13 thoughts on “Dreaming of reality.

  1. ‘Is there a rogue lobotomist on the loose? ‘

    Sometimes it feels as if there’s one lurking in the corridors of every school.

    It’s not clear whether ‘pete’ is some kind of health fascist or just mathematically incompetent; either is,sadly, all too plausible given the state of education in this country.

    Alternatively, perhaps he’s simply trolling the Mail comments.


  2. can not affect many, as 15 st is enormous

    Fifteen stone enormous? Is she fucking demented? I weigh ten and a half, and I’m a skinny little runt. All my friends weigh in at thirteen to seventeen stone. They’re not fat (well, not all of them…), just normal, bigger-than-me guys.

    It’s well past time that ‘Public Health’ was wiped off the slate as being not fit for purpose.


  3. Well the Argentinians did a fine job on their First Nation Peoples. By various means, killed every last one of them.

    The Fuegians.


    Methinks it’s got to do with oil.

    Re Scotland giving away 1% of our wealth every year once they’ve gained independence. Well they’ll have to sort out the toxic overhang of RBS and Dunfermline BS first, then sort out how they’ll cough up for OAP’s and maintain the free bus passes for over 60’s etc, etc.

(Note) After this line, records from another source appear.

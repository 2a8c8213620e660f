"""Cross-sensor band adjustment of a lazy record that switches sensor (see :mod:`unmix.sensors.adjustments`)."""

from __future__ import annotations

import numpy as np
import xarray as xr

from ..errors import InputError
from ..sensors.adjustments import adjustment_for

__all__ = ["adjust_to_oli"]


def adjust_to_oli(cube: xr.DataArray) -> xr.DataArray:
    """Each date's reflectance adjusted to Landsat 8 OLI with the published transformation of its sensor.

    Parameters
    ----------
    cube : (time, band, y, x) xarray.DataArray
        Reflectance with band roles as ``band`` (blue, green, red, nir, swir1, swir2) and a ``sensor``
        coordinate on ``time`` (as :func:`unmix.io.archive.open_archive` gives).

    Returns
    -------
    xarray.DataArray
        Lazy adjusted reflectance; ``sensor`` now names the sensor whose endmembers fit each date
        (``landsat-8-oli`` for adjusted dates), ``observed_sensor`` the one that observed it; the
        ``band_adjustments`` attribute cites the coefficients used.

    Examples
    --------
    >>> cube = xr.DataArray(np.full((1, 6, 1, 1), 0.1, np.float32), dims=("time", "band", "y", "x"),
    ...                     coords={"band": ["blue", "green", "red", "nir", "swir1", "swir2"],
    ...                             "sensor": ("time", ["landsat-7-etm"])})
    >>> out = adjust_to_oli(cube)
    >>> str(out.sensor.values[0]), round(float(out.values[0, 0, 0, 0]), 4)
    ('landsat-8-oli', 0.085)
    """
    if "sensor" not in cube.coords:
        raise InputError("band adjustment needs the sensor of every date (a 'sensor' coordinate on time); it applies "
                         "to archives of delivered products")
    roles = [str(b) for b in cube["band"].values]
    observed = [str(s) for s in cube["sensor"].values]
    slopes = np.ones((len(observed), len(roles)), np.float32)
    offsets = np.zeros((len(observed), len(roles)), np.float32)
    fitted, refs = [], []
    for i, sensor in enumerate(observed):
        adj = adjustment_for(sensor)
        if adj is None:
            fitted.append(sensor)
            continue
        s, o = adj.coefficients(roles)
        slopes[i], offsets[i] = s, o
        fitted.append(adj.target)
        if adj.reference not in refs:
            refs.append(adj.reference)
    out = cube * xr.DataArray(slopes, dims=("time", "band")) + xr.DataArray(offsets, dims=("time", "band"))
    out = out.astype(np.float32).assign_coords(sensor=("time", np.array(fitted)),
                                               observed_sensor=("time", np.array(observed)))
    out.attrs = {**cube.attrs, "band_adjustments": "; ".join(refs) or "none needed"}
    out.name = cube.name
    return out.transpose(*cube.dims)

    The best they can expect is to come close to Ireland which, despite their troubles, managed to cough up 0.53%.



    • Tim Worstall is a frequent read although I don’t remember if I ever commented over there.

      I wonder what they’ll hit after sugar and salt? They’ve done fat and most carbohydrates. All that’s left is protein – and even then, they’ve long warned about the crispy bits on roast or barbecued meat, and about red meat. It’ll have to be an amino acid. Phenylalanine, perhaps? That hasn’t been hyped up for a long time.

      I think I might chance a fiver on cysteine…


      • Meanwhile sweeteners, flavour enhancers and unnecessary colourings abound; I know of a playgroup where, because of demand from mothers, the traditional glass of mid-morning milk has been rejected in favour of sugar-free, orange-flavour squash because it’s the the ‘healthy option’. I’d be interested to hear your rather more informed views on the subject.

        As for the next fashionable villain, recent BBC programme held up for ridicule a clip of film advertising eggs as a healthy food, and it looks as if the dairy industry is firmly fixed in the sights too – the Spouse heard a radio interviewee this week categorically state that cheese is bad for you.

        Both dairy products and eggs have come under fire before, but I suspect the onslaught is about to be intensified.


  4. Ban fatties from hospitals? I’ve been to A&E a few times recently and the only reason 90% of the people were there is because GPs are now way to important to visit patients out of hours and it takes a week to get an appointment. Now they are finding reasons to stop us going to hospitals too. I think the new pay grade structure in the NHS must be the more people you can tell to fuck off the more you get paid, with bonuses for finding ways to tell people its thier fault and remind them of the burden they place on your golf handicap.